======== Extracted data ========

@dataclass(frozen=True)
class RectifiedRig:
    """Intrinsics of a rectified stereo pair, in the left rectified camera.

    Parameters
    ----------
    focal_px : float
        Focal length in pixels (same for both rectified images).
    cx, cy : float
        Principal point of the left rectified image, pixels.
    baseline : float
        Distance between the camera centres, in ``units`` (metres by default).
        The right camera sits at ``+baseline`` along x of the left camera.
    doffs : float
        Difference of the principal points, ``cx_right - cx_left`` in pixels, so
        that depth is ``Z = focal_px * baseline / (d + doffs)``.
    image_size : tuple of int
        ``(width, height)`` of the rectified images, pixels.
    units : str
        Unit of ``baseline`` and of every length derived from it.
    metric : bool
        False when the baseline is nominal (scale unknown).
    baseline_std, focal_std_px : float or None
        One-sigma uncertainty of the baseline (in ``units``) and of the focal
        length (pixels) when the calibration states them; they set the scale
        uncertainty in the report (``report.accuracy_statement``).
    """

    focal_px: float
    cx: float
    cy: float
    baseline: float
    doffs: float = 0.0
    image_size: tuple[int, int] = (0, 0)
    units: str = "m"
    metric: bool = True
    baseline_std: float | None = None
    focal_std_px: float | None = None

    @property
    def Q(self) -> np.ndarray:  # noqa: N802  (OpenCV's name for this matrix)
        """4×4 reprojection matrix in OpenCV's convention.

        ``[X Y Z W]^T = Q [x y d 1]^T`` as ``cv2.stereoRectify`` returns it for a
        horizontal rig whose right camera is at ``+baseline`` (OpenCV writes
        ``Tx = -baseline``).
        """
        f, b = self.focal_px, self.baseline
        return np.array(
            [
                [1.0, 0.0, 0.0, -self.cx],
                [0.0, 1.0, 0.0, -self.cy],
                [0.0, 0.0, 0.0, f],
                [0.0, 0.0, 1.0 / b, self.doffs / b],
            ]
        )

    def depth_from_disparity(self, disparity: np.ndarray) -> np.ndarray:
        """Depth ``Z = f·B / (d + doffs)`` in ``units``; NaN where ``d`` is NaN."""
        d = np.asarray(disparity, dtype=np.float64)
        with np.errstate(divide="ignore", invalid="ignore"):
            z = self.focal_px * self.baseline / (d + self.doffs)
        z[~np.isfinite(z) | (z <= 0)] = np.nan
        return z

    def to_dict(self) -> dict:
        """The rectified calibration JSON form fixed in the design."""
        out = asdict(self)
        out["image_size"] = list(self.image_size)
        out["rectified"] = True
        out.pop("metric")
        for key in ("baseline_std", "focal_std_px"):
            if out[key] is None:
                out.pop(key)
        return out


@dataclass(frozen=True)
class StereoCalibration:
    """Full calibration of a stereo rig, in OpenCV's conventions.

    Parameters
    ----------
    K1, K2 : (3, 3) float64 arrays
        Intrinsic matrices of the left and right cameras, pixels.
    dist1, dist2 : (N,) float64 arrays
        Distortion coefficients in OpenCV's order ``k1 k2 p1 p2 [k3 [k4 k5 k6]]``
        (empty or zeros for none).
    R : (3, 3) float64 array
        Rotation taking left-camera coordinates to right-camera coordinates.
    T : (3,) float64 array
        Translation of the same transform, ``X_right = R X_left + T``, in metres
        (or nominal units when ``metric`` is False). For a right camera at
        ``+B`` along the left camera's x axis, ``T = (-B, 0, 0)``, as
        ``cv2.stereoCalibrate`` returns it.
    image_size : tuple of int
        ``(width, height)`` of the images the calibration is for.
    metric : bool
        False when ``T`` has a nominal length (scale unknown).
    """

    K1: np.ndarray
    dist1: np.ndarray
    K2: np.ndarray
    dist2: np.ndarray
    R: np.ndarray
    T: np.ndarray
    image_size: tuple[int, int]
    metric: bool = True


@dataclass(frozen=True)
class Rectification:
    """Rectifying transforms of a calibrated pair and the maps that apply them.

    Attributes
    ----------
    calibration : StereoCalibration
        What was rectified.
    R1, R2 : (3, 3) float64 arrays
        Rotations of the left and right cameras into the rectified frame.
    P1, P2 : (3, 4) float64 arrays
        Projection matrices of the rectified cameras (``cv2.stereoRectify``).
    maps : tuple of four (H, W) float32 arrays
        ``(left_x, left_y, right_x, right_y)``: for each rectified pixel, the
        pixel of the original image it samples (for ``cv2.remap``), so every
        rectified pixel traces back to the original images.
    rig : RectifiedRig
        The rectified geometry the later stages use.
    """

    calibration: StereoCalibration
    R1: np.ndarray
    R2: np.ndarray
    P1: np.ndarray
    P2: np.ndarray
    maps: tuple
    rig: RectifiedRig

    def rectify_points(self, points: np.ndarray, side: str = "left") -> np.ndarray:
        """Positions in the rectified image of points of an original image.

        Parameters
        ----------
        points : (N, 2) float array
            Pixels ``(u, v)`` of the original left (or right) image.
        side : {"left", "right"}

        Returns
        -------
        (N, 2) float64 array
        """
        import cv2

        c = self.calibration
        K, d, Rr, P = ((c.K1, c.dist1, self.R1, self.P1) if side == "left"
                       else (c.K2, c.dist2, self.R2, self.P2))
        pts = np.asarray(points, np.float64).reshape(-1, 1, 2)
        return cv2.undistortPoints(pts, K, d, R=Rr, P=P).reshape(-1, 2)


def _rig_from_projections(P1: np.ndarray, P2: np.ndarray, size, metric: bool) -> RectifiedRig:
    """The rectified rig read off OpenCV's projection matrices.

    ``P2[0, 3] = -f B`` for a right camera at ``+B`` (OpenCV writes ``Tx f``
    with ``Tx = -B``), so the baseline is ``-P2[0, 3] / P2[0, 0]``.
    """
    f = float(P1[0, 0])
    baseline = -float(P2[0, 3]) / float(P2[0, 0])
    return RectifiedRig(focal_px=f, cx=float(P1[0, 2]), cy=float(P1[1, 2]), baseline=baseline,
                        doffs=float(P2[0, 2] - P1[0, 2]), image_size=(int(size[0]), int(size[1])),
                        units="m" if metric else "unscaled", metric=metric)


def stereo_rectification(calibration: StereoCalibration, *, alpha: float = 0.0) -> Rectification:
    """Rectifying rotations, projections and remap tables of a calibrated rig.

    Uses ``cv2.stereoRectify`` (with ``CALIB_ZERO_DISPARITY``, so the two
    rectified principal points coincide and ``doffs`` is 0) and
    ``cv2.initUndistortRectifyMap``. The rectified images keep the input size.

    Parameters
    ----------
    calibration : StereoCalibration
    alpha : float
        0 keeps only pixels both originals cover (no black borders), 1 keeps
        every original pixel (OpenCV's free scaling parameter).

    Returns
    -------
    Rectification

    Raises
    ------
    ValueError
        When the rig is not side by side (the right camera is not to the right,
        or it sits mostly in front or behind, so rows cannot be made epipolar).

    Examples
    --------
    >>> import numpy as np
    >>> K = np.array([[500.0, 0, 160], [0, 500, 120], [0, 0, 1]])
    >>> cal = StereoCalibration(K, np.zeros(5), K, np.zeros(5), np.eye(3),
    ...                         np.array([-0.1, 0, 0]), (320, 240))
    >>> rect = stereo_rectification(cal)
    >>> round(rect.rig.baseline, 3), rect.maps[0].shape
    (0.1, (240, 320))
    """
    import cv2

    c = calibration
    T = np.asarray(c.T, np.float64).reshape(3)
    if T[0] >= 0 or abs(T[0]) < 0.5 * np.linalg.norm(T):
        raise ValueError(
            f"the right camera is not beside the left one on its +x side (T = {T.round(4)}); "
            "check the order of the images (swap them) or the sign convention of T"
        )
    size = (int(c.image_size[0]), int(c.image_size[1]))
    R1, R2, P1, P2, _q, _roi1, _roi2 = cv2.stereoRectify(
        c.K1, c.dist1, c.K2, c.dist2, size, c.R, T.reshape(3, 1), flags=cv2.CALIB_ZERO_DISPARITY,
        alpha=alpha, newImageSize=size)
    maps = []
    for K, d, Rr, P in ((c.K1, c.dist1, R1, P1), (c.K2, c.dist2, R2, P2)):
        mx, my = cv2.initUndistortRectifyMap(K, d, Rr, P, size, cv2.CV_32FC1)
        maps += [mx, my]
    rig = _rig_from_projections(P1, P2, size, c.metric)
    return Rectification(c, R1, R2, P1, P2, tuple(maps), rig)


def apply_rectification(rect: Rectification, left: np.ndarray, right: np.ndarray):
    """Resample both original images onto the rectified grid (bilinear, ``cv2.remap``).

    Parameters
    ----------
    rect : Rectification
    left, right : (H, W, 3) uint8 or uint16 arrays
        Original images of the calibrated size.

    Returns
    -------
    (H, W, 3) array, (H, W, 3) array
        The rectified left and right images, same dtype; pixels with no source
        are black.
    """
    import cv2

    mlx, mly, mrx, mry = rect.maps
    out_l = cv2.remap(left, mlx, mly, cv2.INTER_LINEAR, borderMode=cv2.BORDER_CONSTANT)
    out_r = cv2.remap(right, mrx, mry, cv2.INTER_LINEAR, borderMode=cv2.BORDER_CONSTANT)
    return out_l, out_r


def vertical_residuals(rect: Rectification, left_points: np.ndarray,
                       right_points: np.ndarray) -> np.ndarray:
    """Row difference of matched points after rectification, pixels.

    Parameters
    ----------
    rect : Rectification
    left_points, right_points : (N, 2) float arrays
        Matching pixels of the original left and right images.

    Returns
    -------
    (N,) float64 array
        ``v_right - v_left`` on the rectified grid (0 for a perfect rig).
    """
    lp = rect.rectify_points(left_points, "left")
    rp = rect.rectify_points(right_points, "right")
    return rp[:, 1] - lp[:, 1]


def residual_figures(residuals: np.ndarray) -> dict:
    """Median, 95th percentile and maximum of absolute vertical residuals, pixels."""
    r = np.abs(np.asarray(residuals, np.float64))
    if r.size == 0:
        return {"matches": 0}
    return {"matches": int(r.size), "median_px": round(float(np.median(r)), 4),
            "p95_px": round(float(np.percentile(r, 95)), 4), "max_px": round(float(r.max()), 4)}


def grey8(image: np.ndarray) -> np.ndarray:
    """An RGB or grey image (uint8 or uint16) as 8-bit grey, for feature detection.

    Examples
    --------
    >>> grey8(np.full((2, 3, 3), 65535, np.uint16)).max()
    np.uint8(255)
    """
    import cv2

    img = np.asarray(image)
    if img.dtype == np.uint16:
        img = (img >> 8).astype(np.uint8)
    if img.ndim == 3:
        img = cv2.cvtColor(np.ascontiguousarray(img), cv2.COLOR_RGB2GRAY)
    return np.ascontiguousarray(img, np.uint8)


def feature_matches(left: np.ndarray, right: np.ndarray, *, ratio: float = 0.75,
                    features: int = 6000) -> tuple[np.ndarray, np.ndarray]:
    """Matched points of two grey images: SIFT with Lowe's ratio test, mutual best.

    Parameters
    ----------
    left, right : (H, W) uint8 arrays
    ratio : float
        A match is kept when its descriptor distance is below ``ratio`` times
        the second best's (Lowe 2004).
    features : int
        Most features detected per image.

    Returns
    -------
    (N, 2) float64 array, (N, 2) float64 array
        Pixel positions ``(u, v)`` in the left and right image.
    """
    import cv2

    sift = cv2.SIFT_create(nfeatures=features)
    kl, dl = sift.detectAndCompute(left, None)
    kr, dr = sift.detectAndCompute(right, None)
    if dl is None or dr is None or len(kl) < 2 or len(kr) < 2:
        return np.zeros((0, 2)), np.zeros((0, 2))
    matcher = cv2.BFMatcher(cv2.NORM_L2)
    forward = matcher.knnMatch(dl, dr, k=2)
    backward = {m[0].queryIdx: m[0].trainIdx for m in matcher.knnMatch(dr, dl, k=1) if m}
    pl, pr = [], []
    for pair in forward:
        if len(pair) < 2 or pair[0].distance >= ratio * pair[1].distance:
            continue
        m = pair[0]
        if backward.get(m.trainIdx) != m.queryIdx:  # consistent in both directions
            continue
        pl.append(kl[m.queryIdx].pt)
        pr.append(kr[m.trainIdx].pt)
    return np.array(pl, np.float64).reshape(-1, 2), np.array(pr, np.float64).reshape(-1, 2)


def match_residual_figures(rect: Rectification, left: np.ndarray, right: np.ndarray) -> dict:
    """Vertical residuals after rectification of feature matches of the original images.

    Matches are first verified against a fundamental matrix (RANSAC, 1 px), so
    the figures measure the rectification, not false matches.

    Returns
    -------
    dict
        ``matches``, ``median_px``, ``p95_px``, ``max_px`` (see :func:`residual_figures`).
    """
    import cv2

    pl, pr = feature_matches(grey8(left), grey8(right))
    if len(pl) >= 8:
        _F, mask = cv2.findFundamentalMat(pl, pr, cv2.FM_RANSAC, 1.0, 0.999)
        if mask is not None:
            keep = mask.ravel().astype(bool)
            pl, pr = pl[keep], pr[keep]
    return residual_figures(vertical_residuals(rect, pl, pr))


DEFAULT_FOCAL_FACTOR = 1.2
"""Focal length assumed without EXIF or estimate, in image widths (a normal lens:
about 43 mm on a 36 mm wide frame)."""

========

Repeat only what lies between the first line of the data and the line containing "Distance between the", both of those lines included, exactly as it stands.

@dataclass(frozen=True)
class RectifiedRig:
    """Intrinsics of a rectified stereo pair, in the left rectified camera.

    Parameters
    ----------
    focal_px : float
        Focal length in pixels (same for both rectified images).
    cx, cy : float
        Principal point of the left rectified image, pixels.
    baseline : float
        Distance between the camera centres, in ``units`` (metres by default).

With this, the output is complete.